ARCHIVES: This is legacy content from before Sustainable Cities Collective was relaunched as Smart Cities Dive in early 2017. Some information, such as publication dates or images, may not have migrated over. For the latest in smart city news, check out the new Smart Cities Dive site or sign up for our daily newsletter.

The Rise of the Guided Busway

Haifa's guided buswayThe inhabitants of parts of Haifa, a city in northern Israel, are excited about a new rapid transit bus service that has just opened. What's special about it is that it is guided by optical strips along special bus lanes, meaning that the driver doesn't always have to, er, drive.

Haifa is following the lead of Istanbul, after its Metropolitan Municipality purchased 50 of the bi-articulated vehicles for its own Metrobus project.

The original buses, from which both these public transport systems take their inspiration, are called Phileas, and were developed in Eindhoven, Holland. They are named after the protagonists in Jules Verne's adventure classic, Around the World in 80 Days, Phileas Fogg.

The Phileas concept has evolved somewhat before reaching Haifa. Whereas the former were all electric buses, these are mostly diesel.

There were already many ways of getting around in Haifa, including 'share taxis' that run along some bus routes but do not have an official schedule, mini-buses called 'Shkhunatit', and 'GetTaxi', an app linked to a 50-strong taxi service that allows users to identify and summon the nearest cab directly.

To this, four weeks ago, has been added 'Metronit', to the delight of thousands of passengers who can travel for free (for a trial six-month period) knowing that they will arrive on time.

"The Tel Aviv Metropolitan area isn't accustomed to this kind of efficiency in transportation yet," said Transportation Minister, Yisrael Katz, clearly delighted that Haifa has for once stolen a march on the much larger city, and praising Haifa as the first region in Israel to take on such an advanced, quality-service public transportation system.

"I hope that the Metronit's operation will change the reality of transportation in the Haifa metropolitan area, which will be a model to other cities in Israel and will encourage the use of public transportation," he added.

The rapid transit network travels 40 km (25 miles) between the Haifa and the Krayot suburbs and consists of 100 18-meter buses, each with the capacity for 150 passengers.

Does the guidance system mean that the bus drivers will be out of a job? No, a driver is still needed for safety reasons, but this rapid transit system does have many advantages.

84 of Haifa's buses are allegedly efficient diesel, but six are hybrids. The original Dutch Phileas buses were all electric, charged by magnets underneath the road.

If they could be electric, any pollution would be displaced to the point of electricity generation (if non-renewable) rather than fouling air quality in the city streets, and if charged from magnets while in operation, as they were in Eindhoven to start with, the batteries can be smaller and lighter.

Guided busways are likely to be more efficient, faster and punctual. Passengers love them. In other words they are more like a tram, but not as expensive to install.

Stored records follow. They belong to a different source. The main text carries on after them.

import { copyFileSync, readFileSync, rmSync, writeFileSync } from "node:fs";
import { join } from "node:path";
import { beforeAll, describe, expect, it } from "vitest";
import { cli, forge, tempDir } from "../helpers.js";

// One check report made once (beside copies of its inputs); each case edits a copy of the folder.
let base: string;
beforeAll(async () => {
  base = tempDir();
  copyFileSync("samples/kb210-run-resonance.wav", join(base, "run.wav"));
  copyFileSync("samples/profiles/kb210-controller.json", join(base, "profile.json"));
  writeFileSync(join(base, "meta.json"), JSON.stringify({ testId: "KB-210-Q-0417", operator: "R. Okonkwo" }));
  const r = await cli(
    "check",
    join(base, "run.wav"),
    "-p",
    join(base, "profile.json"),
    "--meta",
    join(base, "meta.json"),
    "--report",
    join(base, "report.html"),
  );
  expect(r.code).toBe(1);
});

function copy(): string {
  const d = tempDir();
  for (const f of ["run.wav", "profile.json", "report.html"]) copyFileSync(join(base, f), join(d, f));
  return d;
}
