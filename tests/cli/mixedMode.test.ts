import { join } from "node:path";
import { describe, expect, it } from "vitest";
import { cli, python, tempDir } from "../helpers.js";

/** The mixed-mode sample (samples/README.md: the invented Kestrel DCU on the HX-4 rotorcraft) through the CLI. */
const dir = tempDir();
const PROFILE = "samples/profiles/hx4-avionics.yaml";

/** numpy's least-squares fit of [cos, sin, 1] (normal equations) at frequencies scanned 0.5/T apart within f0 ± half, then refined by ternary search, on a WAV's first channel; one entry per f0. */
function numpyFit(file: string, f0s: number[], half: number): { hz: number; peak: number; phase: number }[] {
  return JSON.parse(
    python(`
import os
os.environ["OPENBLAS_NUM_THREADS"] = "1"
import json, numpy as np, scipy.io.wavfile as wf
fs, x = wf.read("${file}")
x = (x[:, 0] if x.ndim > 1 else x).astype("float64")
t = np.arange(len(x)) / fs
T = len(x) / fs
def fit(f):
    c, s = np.cos(2*np.pi*f*t), np.sin(2*np.pi*f*t)
    A = np.array([[c@c, c@s, c.sum()], [c@s, s@s, s.sum()], [c.sum(), s.sum(), len(x)]])
    b = np.array([x@c, x@s, x.sum()])
    k = np.linalg.solve(A, b)
    return k, float(k @ b)   # explained energy: the residual falls as it rises
out = []
for f0 in ${JSON.stringify(f0s)}:
    grid = np.arange(f0 - ${half}, f0 + ${half}, 0.5 / T)
    best = max(grid, key=lambda f: fit(f)[1])
    lo, hi = best - 0.5 / T, best + 0.5 / T
    for _ in range(25):
        m1, m2 = lo + (hi - lo) / 3, hi - (hi - lo) / 3
        if fit(m1)[1] > fit(m2)[1]: hi = m2
        else: lo = m1
    f = (lo + hi) / 2
    k, _ = fit(f)
    out.append({"hz": f, "peak": float(np.hypot(k[0], k[1])), "phase": float(np.arctan2(-k[1], k[0]))})
print(json.dumps(out))`),
  );
}

describe("mixed mode through the CLI (the HX-4 sample)", () => {
  it("check --json: PASS, and per channel tones[] with hz, requiredPeak, measuredPeak, lowerPeak, upperPeak, verdict; each peak within 1 % of numpy's least-squares fit", async () => {
    const r = await cli("check", "samples/hx4-dcu-run.wav", "--profile", PROFILE, "--json");
    expect(r.code).toBe(0);
    const j = JSON.parse(r.stdout);
    expect(j.verdict).toBe("pass");
    const tones = j.channels[0].tones;
    expect(tones.map((t: { hz: number }) => t.hz)).toEqual([21.2, 42.4, 84.8]);
    // numpy's own least-squares fit, independent of psdgate's estimator.
    const refs = numpyFit(
      "samples/hx4-dcu-run.wav",
      tones.map((t: { hz: number }) => t.hz),
      0.05,
    );
    for (const [i, t] of tones.entries()) {
      for (const k of ["hz", "requiredPeak", "measuredPeak", "lowerPeak", "upperPeak", "verdict"])
        expect(t).toHaveProperty(k);
      expect(t.verdict).toBe("pass");
      const ref = refs[i]!;
      expect(Math.abs(t.measuredPeak / ref.peak - 1)).toBeLessThan(0.01);
      expect(Math.abs(t.measuredHz - ref.hz)).toBeLessThan(0.002);
    }
    expect(j.profile.totalRms).toBeCloseTo(2.8677, 4);
    expect(j.channels[0].unjudged.excluded).toBeGreaterThan(0);
  }, 120_000);

  it("check on the run with its tones 2 dB low: FAIL (exit 1), naming the tones shown low", async () => {
    const r = await cli("check", "samples/hx4-dcu-run-tones-low.wav", "--profile", PROFILE);
    expect(r.code).toBe(1);
    expect(r.stdout).toMatch(
      /because {4}blade pass 1P x 4 \(21\.2 Hz\): peak 0\.9\d+ is -2\.\d\d dB from the required 1\.2, shown below its limits/,
    );
    expect(r.stdout).toMatch(/because {4}blade pass 2nd harmonic \(42\.4 Hz\): .* shown below its limits/);
  }, 60_000);

  it("synth: sine-on-random with every tone a cosine at phase 0 (numpy's fit finds the stated peak and phase), and --without-tones FAILs naming each tone missing", async () => {
    const out = join(dir, "sor.wav");
    const s = await cli(
      "synth",
      "--profile",
      PROFILE,
      "--duration",
      "20",
      "--rate",
      "4096",
      "--seed",
      "9",
      "--out",
      out,
    );
    expect(s.code).toBe(0);
    expect(s.stdout).toMatch(/tone 21\.2 Hz {2}1\.2 g peak, cosine at phase 0 rad on the first sample/);
    const ref = numpyFit(out, [21.2], 0.05)[0]!;
    // Noise sd sqrt(G/T) = sqrt(0.0042/20) = 0.015 g; float32 samples.
    expect(Math.abs(ref.peak - 1.2)).toBeLessThan(0.05);
    expect(Math.abs(ref.phase)).toBeLessThan(0.05);
    const bare = join(dir, "bare.wav");
    expect(
      (
        await cli(
          "synth",
          "--profile",
          PROFILE,
          "--duration",
          "60",
          "--rate",
          "4096",
          "--seed",
          "9",
          "--without-tones",
          "--out",
          bare,
        )
      ).code,
    ).toBe(0);
    const c = await cli("check", bare, "--profile", PROFILE, "--json");
    expect(c.code).toBe(1);
    const codes = JSON.parse(c.stdout).channels[0].findings.map(
      (f: { code: string; text: string }) => `${f.code} ${f.text.split(" (")[0]}`,
    );
    expect(codes).toEqual(
      expect.arrayContaining([
        "TONE_MISSING blade pass 1P x 4",
        "TONE_MISSING blade pass 2nd harmonic",
        "TONE_MISSING blade pass 4th harmonic",
      ]),
    );
  }, 120_000);

  it("the report of a mixed-mode check verifies (the tone fits re-run to the same numbers)", async () => {
    const rep = join(dir, "hx4.html");
    expect((await cli("check", "samples/hx4-dcu-run-tones-low.wav", "--profile", PROFILE, "--report", rep)).code).toBe(
      1,
    );
    const v = await cli("verify", rep);
    expect(v.code).toBe(0);
  }, 120_000);
});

This helps to explain why guided busways are becoming increasingly popular in cities around the world.


One of the most successful of these takes passengers northwards to and from the venerable British university city of Cambridge, running along the former track of an old railway line.

Its specially designed buses can travel both on the guided tracks and on the roads.

Joseph Whelan, Head of Passenger Transport Services at Cambridgeshire County Council, is extremely happy with the scheme, that has been operating for over two years now.

"The system was opened around 10 years after it was first conceived, planned and constructed, as part of a corridor-wide transport study undertaken by the national government that recommended road improvements, shifting freight transport onto rail and the provision of a bus rapid transit system," he said.

He added that much of the impetus for its construction was to serve new employment premises including a new biomedical research and clinical medicine campus to the south of Cambridge. This will house a relocated AstraZeneca facility that will be home to some 2,000 staff by 2016. The busway will also serve a new town and expand the economic opportunities around Cambridge city and beyond. "It underpins the growth agenda," he said.

Its existence means that development can take place without putting too much extra traffic stress on the roads. This has given the Council the conviction that the project would offer value for money.

Three routes, run by two separate operators, Stagecoach and Whippet Coaches, carry around 3 million passengers per year, he says. Passengers can buy their tickets beforehand and use an electronic Smartcard.

A bridleway and track has also been constructed alongside the entire guided busway, popular with many who cycle to work, school or for leisure.

Other benefits of the busway include a boost in visitors to the historic market town of St Ives. Importantly, the busway system will link into the new Cambridge Science Pak Station to the north of Cambridge itself and provide an important interchange to rail services locally and to London.

The area's expansion also includes a new town, Northstowe, along the bus route, with the first of 10,000 homes starting construction in the near future.

"We've also seen much interest from around the world," says Whelan proudly. "We have had visitors from Sweden, the Middle East, New Zealand and Australia."

Officials from Haifa city visited Cambridge to see for themselves how the system was to work, as part of their research for designing their Metronit system.

Like other administrators of guided busways, Whelan is now a champion. "They are much cheaper than rail, metro or trams, as well as being more flexible," he says.